In Slovak it's "na internete", never "v internete". We don't capitalize it either.  Colloquial forms: "na nete" and "na webe".


----------



## Athaulf

In Croatian and other BCS variants, we use "*na *internetu".


----------



## Kanes

In Bulgarian more often you say *na interneta* (on the internet), but when you are refering to something more specific I think you say *v interneta* (in the internet) more often. For example you will say I have a page* in* the internet. The difference is the same as in English... Oh and no capitalization.


----------



## TriglavNationalPark

*Slovenian*

Formal, more linguistically purist:

on the Internet = *na medmrežju*
(*med* = inter-, between; *mreža* = net)

Less formal:

on the Internet = *na internetu*

Related: 

on the Web = *na spletu*
(*splet* = web)

In this context, none of the words are capitalized.


----------



## phosphore

Athaulf said:


> In Croatian and other BCS variants, we use "*na *internetu".


 
Also "na mreži" is possible.


----------



## dudasd

In Serbian, "Internet" is capitalized if it's noun referring to the network itself: *na Internetu*. If "internet" serves as an adjective (internet služba, internet adresa), then it's not capitalized.


----------



## jazyk

> For example you will say I have a page* in* the internet. The difference is the same as in English...

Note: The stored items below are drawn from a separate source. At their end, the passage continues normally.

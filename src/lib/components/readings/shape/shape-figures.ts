import type { Phase } from '$lib/recording/phase';

type Figure = number | null;

export interface WaveFigures {
	channelIndex: number;
	name: string;
	phase: Phase;
	label: string;
	quantity: 'voltage' | 'current';
	unit: 'V' | 'A';
	/** Two cycles, evenly spaced. */
	wave: number[];
	dc: number;
	components: number[];
	phases_deg: number[];
	symmetry: {
		halfWave_pctOfRms: Figure;
		odd_pctOfRms: Figure;
		even_pctOfRms: Figure;
		evenOrders_pctOfFundamental: Figure;
		dc_pctOfFundamental: Figure;
		sentence: string | null;
	};
	notches: {
		count: number;
		deepest: { depth_V: Figure; depth_pct: Figure; width_us: Figure; area_Vus: Figure } | null;
		caution: string | null;
	} | null;
}

export interface ShapeFigures {
	window: number;
	frequency_Hz: Figure;
	cycle_s: number;
	highestOrder: number;
	waves: WaveFigures[];
}

/** Quick choices of orders, with the rule that each of them follows; order 0 is dc. */
export const ORDER_CHOICES: readonly { label: string; holds: (order: number) => boolean }[] = [
	{ label: 'Fundamental', holds: (order) => order === 1 },
	{ label: 'Odd', holds: (order) => order % 2 === 1 },
	{ label: 'Even and dc', holds: (order) => order % 2 === 0 },
	{ label: 'Triplen', holds: (order) => order > 0 && order % 3 === 0 },
	{ label: '6n ± 1', holds: (order) => order % 6 === 1 || order % 6 === 5 },
	{ label: 'All', holds: () => true },
	{ label: 'None', holds: () => false }
];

I don't think you ever say in the Internet in English.


----------



## mateo19

Hello Kanes,

I didn't know that Bulgarian is now being written with the Latin script!  That is most interesting! 

And this is true, we never say "in the Internet" (you will probably never hear it in your life time) because we perceive that it isn't possible to be inside it... but on it, on the surface of it where the webpages are, not where the servers and cables are.  "In the Internet" would mean like in one of those science fiction movies where someone is digitized and goes inside of the world wide web.  There, it would mean "in cyberspace" and be opposed to "on the Internet".

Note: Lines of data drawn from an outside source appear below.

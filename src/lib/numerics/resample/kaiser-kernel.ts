/**
 * Modified Bessel function of the first kind, order 0, by its power series.
 * x        0 ≤ x ≤ 100
 * error    a few ulp relative (all terms positive)
 */
export function besselI0(x: number): number {
	const quarter = (x * x) / 4;
	let term = 1;
	let sum = 1;
	for (let k = 1; k < 200; k++) {
		term *= quarter / (k * k);
		sum += term;
		if (term < sum * 1e-17) break;
	}
	return sum;
}

/** A low-pass interpolation kernel, continuous in time, in units of the input's sampling interval. */
export interface KaiserKernel {
	/** Centre of the transition band, cycles per sample; 0 for the bare taper (see designTaperKernel). */
	cutoff: number;
	/** Half of the support, samples; the kernel is 0 outside. */
	halfWidth: number;
	beta: number;
}

/**
 * Kernel that passes up to `passband` and stops from `stopband` on.
 * passband, stopband  cycles per sample, 0 < passband < stopband
 * attenuation_dB      of the stopband, and of the passband's ripple; ≥ 50
 * source              Kaiser's design formulas as in Oppenheim & Schafer, Discrete-Time Signal Processing, 7.5 (from memory);
 *                     the response is measured in tests/numerics
 */
export function designKaiserKernel(passband: number, stopband: number, attenuation_dB: number): KaiserKernel {
	const transition = stopband - passband;
	const taps = (attenuation_dB - 7.95) / (14.36 * transition) + 1;
	return {
		cutoff: (passband + stopband) / 2,
		halfWidth: Math.max(4, Math.ceil(taps / 2)),
		beta: 0.1102 * (attenuation_dB - 8.7)
	};
}

/**
 * Kernel for spectra whose lines are equalised afterwards: the Kaiser taper alone. It stops from `stopband` on; below, it
 * droops, by an amount that is known in closed form (taperResponse) and undone line by line (planEqualiser). Half to a
 * third of the taps of designKaiserKernel do, as nothing has to be flat.
 * passband, stopband  cycles per sample, 0 < passband < stopband
 * attenuation_dB      least ratio of the response at `passband` to any at or above `stopband`
 * returns             null where the droop at `passband` would exceed a factor of 10 000: equalising lifts rounding with it
 * source              transform pair of the Kaiser window (Kaiser & Schafer, IEEE Trans. ASSP 28(1), 1980; from memory);
 *                     the response is measured in tests/numerics
 */
export function designTaperKernel(
	passband: number,
	stopband: number,
	attenuation_dB: number
): KaiserKernel | null {
	const ratio = 10 ** (attenuation_dB / 20);
	// sinh(y)/y = ratio, by iteration: y = asinh(ratio·y).
	let y = 10;
	for (let i = 0; i < 60; i++) y = Math.asinh(ratio * y);
	const halfWidth = Math.max(4, Math.ceil(y / (2 * Math.PI * Math.sqrt(stopband ** 2 - passband ** 2))));
	const kernel = { cutoff: 0, halfWidth, beta: 2 * Math.PI * halfWidth * stopband };
	return taperResponse(kernel, passband) * 1e4 < taperResponse(kernel, 0) ? null : kernel;
}

/** Fourier transform of a bare taper at f cycles per sample: what it makes of a tone's amplitude. */
export function taperResponse({ halfWidth, beta }: KaiserKernel, f: number): number {
	const square = beta ** 2 - (2 * Math.PI * halfWidth * f) ** 2;
	const root = Math.sqrt(Math.abs(square));
	const lobe = root === 0 ? 1 : (square > 0 ? Math.sinh(root) : Math.sin(root)) / root;
	return (2 * halfWidth * lobe) / besselI0(beta);
}

/** The kernel as a function of the distance t (samples) from its centre. */
export function kaiserKernelFunction(kernel: KaiserKernel): (t: number) => number {
	const { cutoff, halfWidth, beta } = kernel;
	const whole = besselI0(beta);
	return (t) => {
		const relative = t / halfWidth;
		if (relative <= -1 || relative >= 1) return 0;
		const taper = besselI0(beta * Math.sqrt(1 - relative * relative)) / whole;
		if (cutoff === 0) return taper;
		const x = 2 * cutoff * t;
		const sinc = x === 0 ? 1 : Math.sin(Math.PI * x) / (Math.PI * x);
		return 2 * cutoff * sinc * taper;
	};
}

Thank you for the correction, Lior Neith.   I had a fifty fifty chance!


----------



## Kanes

I wrote directly with latin so I dont have to write it second time, it makes no difference here. I've actually heard english people say in the internet. I dont think most people perceive much about the concept when speaking. The diference as you said between cyberspace and internet gets blured allot of times. On Bulgarian it means the same thing basicly so we can use both on and in, depending on the context.


----------



## texpert

A simple Google search has shown about 40m results of the "in the internet" phrase. More than half of them might be wider phrases such as "in the Internet age" and large part of users are non-native speakers, still isn't this number huge by itself? 

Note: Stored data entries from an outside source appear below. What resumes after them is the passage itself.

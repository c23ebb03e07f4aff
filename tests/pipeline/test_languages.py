"""A campaign in several languages: a tree of pages for each, one set of data for all."""

from __future__ import annotations

import io
import re
from pathlib import Path
from urllib.parse import urldefrag

import html5lib
import pikepdf
import pytest

from generator import pipeline
from generator.errors import DataProblems

H = "{http://www.w3.org/1999/xhtml}"
TAGS = ("en", "de", "pl")
PAGES = ("index.html", "lamps/one.html", "lamps/two.html")


def _asked(folder: Path, languages: str) -> Path:
    table = folder / "campaign.toml"
    text = table.read_text(encoding="utf-8")
    table.write_text(f"{text}\n[sheet]\nlanguages = {languages}\n", encoding="utf-8")
    return folder


@pytest.fixture(scope="module")
def in_three(tmp_path_factory, write_small_campaign):
    folder = tmp_path_factory.mktemp("spoken")
    campaign = _asked(write_small_campaign(folder / "campaign"), '["en", "de", "pl"]')
    return pipeline.issue(campaign, target=folder / "out", jobs=2).folder


def _tree(path: Path):
    return html5lib.parse(path.read_text(encoding="utf-8"))


def _place(folder: Path, tag: str, page: str) -> Path:
    return folder / ("" if tag == TAGS[0] else tag) / page


@pytest.mark.slow
@pytest.mark.parametrize("page", PAGES)
def test_each_language_has_its_tree_and_a_switch_to_the_others(in_three, page):
    for tag in TAGS:
        place = _place(in_three, tag, page)
        tree = _tree(place)
        assert tree.get("lang") == tag
        switch = next(nav for nav in tree.iter(f"{H}nav") if nav.get("class") == "languages")
        assert [item.get("lang") for item in switch] == list(TAGS)
        assert [item.text for item in switch] == ["English", "Deutsch", "Polski"]
        here = [item for item in switch if item.get("aria-current") == "page"]
        assert [item.get("lang") for item in here] == [tag]
        for item in switch.iter(f"{H}a"):
            target = (place.parent / item.get("href")).resolve()
            assert target == _place(in_three, item.get("lang"), page).resolve()


@pytest.mark.slow
def test_every_link_of_every_tree_leads_to_a_file(in_three):
    pages = sorted(in_three.rglob("*.html"))
    assert len(pages) == len(TAGS) * len(PAGES)
    for path in pages:
        tree = _tree(path)
        for name in ("href", "src"):
            for item in (item for item in tree.iter() if item.get(name)):
                address, anchor = urldefrag(item.get(name))
                target = (path.parent / address).resolve() if address else path
                assert target.is_file(), (path, item.get(name))
                if anchor:
                    assert re.search(rf'id="{re.escape(anchor)}"', target.read_text("utf-8"))


@pytest.mark.slow
def test_texts_and_numbers_follow_the_language_and_data_do_not(in_three):
    english, german, polish = (
        "".join(_tree(_place(in_three, tag, "lamps/one.html")).itertext()) for tag in TAGS
    )
    assert "Luminous efficacy" in english
    assert "Lichtausbeute" in german
    assert "świetlna" in polish
    assert "2.\u00a0März 2026" in german
    assert "2\u00a0marca 2026" in polish
    assert "8.75" in english  # power of the first unit, in units.csv
    assert "8,75" in german
    assert "8.75" not in german
    assert (in_three / "data" / "figures.csv").is_file()
    assert not (in_three / "de" / "data").exists()
    assert "8.75" in (in_three / "data" / "figures.csv").read_text(encoding="utf-8")


@pytest.mark.slow
def test_data_are_the_same_whatever_is_spoken(in_three, tmp_path, write_small_campaign):
    campaign = _asked(write_small_campaign(tmp_path / "campaign"), '["it"]')
    spoken = pipeline.issue(campaign, target=tmp_path / "out", pdf=False).folder
    assert _tree(spoken / "index.html").get("lang") == "it"
    for path in sorted((spoken / "data").rglob("*")):
        if path.is_file():
            same = in_three / path.relative_to(spoken)
            assert path.read_bytes() == same.read_bytes(), path.name


@pytest.mark.slow
def test_documents_declare_their_language_and_keep_to_their_pages(in_three):
    for tag in TAGS:
        for name in ("lamps/one.pdf", "comparison.pdf"):
            content = _place(in_three, tag, name).read_bytes()
            with pikepdf.open(io.BytesIO(content)) as pdf:
                assert str(pdf.Root.Lang) == tag
                assert name != "lamps/one.pdf" or len(pdf.pages) == 2
                assert list(pdf.attachments)


def test_without_languages_the_sheets_speak_that_of_the_campaign(tmp_path, write_small_campaign):
    campaign = write_small_campaign(tmp_path / "campaign")
    table = campaign / "campaign.toml"
    text = table.read_text(encoding="utf-8")
    for own, spoken in (("fr-BE", "fr"), ("nl", "en")):
        table.write_text(
            text.replace("[campaign]\n", f'[campaign]\nlanguage = "{own}"\n'), encoding="utf-8"
        )
        assert pipeline.assess(campaign).campaign.settings.languages == (spoken,)


@pytest.mark.parametrize(
    ("languages", "expected"),
    [('["nl"]', "'en', 'de', 'fr'"), ('["de", "de"]', "each language once")],
)
def test_a_language_without_a_catalogue_is_a_problem(
    tmp_path, write_small_campaign, languages, expected
):
    campaign = _asked(write_small_campaign(tmp_path / "campaign"), languages)
    with pytest.raises(DataProblems) as caught:
        pipeline.assess(campaign)
    problem = caught.value.problems[0]
    assert problem.column.startswith("sheet.languages")
    assert expected in f"{problem.expected} {problem.message}"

Anyways, I'd like to know *how many Slavic languages *can use the equivalent of the *"on the net"* phrase (so far I had seen _na netu_ - SK and _na mreži_ - was it BCS or SI?) I find it interesting because it means speakers must recognize "net" as the separate word and perhaps get the meaning as well (if it's not a translation as _mreža_).


----------



## phosphore

dudasd said:


> In Serbian, "Internet" is capitalized if it's noun referring to the network itself: *na Internetu*. If "internet" serves as an adjective (internet služba, internet adresa), then it's not capitalized.


 
Are you sure about that? I don't think so. I am not sure about its use as an adjective either, it does not seem correct to me.


----------



## mateo19

This is an interesting thread already!

Well, I am a native speaker of English and I work in a computer lab.  I also consulted my co-workers, who are system administrators and network managers (that is, we work on the Internet all day long), and we only accept "on the Internet".  They all commented that "in the Internet" sounds wrong.  But this is about Slavic languages, not English.   As Texpert very astutely pointed out, most of those hits on Google are either non-native errors or being used as an adjective and not a noun such as "in the Internet age".

The adjective comment is worth more time to us, though.  I was surprised that B.C.S. used "internet" as both a noun and adjective.  In Slovak an affix is added to turn it into an adjective: internetová stránka or webová stránka.  I have seen the same thing for e-mai: e-mailová adresa, e-mailový účet.  And in your languages?  Do you distinguish between Internet as a noun and adjective?


----------



## dudasd

phosphore said:


> Are you sure about that? I don't think so. I am not sure about its use as an adjective either, it does not seem correct to me.


 
Absolutely sure. Pravopis MS is not treating the word, but Ivan Klajn and Milan Šipka are, in their Veliki rečnik stranih reči i izraza (2006). They also allow the version with small i, but I guess that it refers (as Klajn wrote somewhere a couple of years ago) to "any" net of a similar kind, not to the global Internet we are using at the moment.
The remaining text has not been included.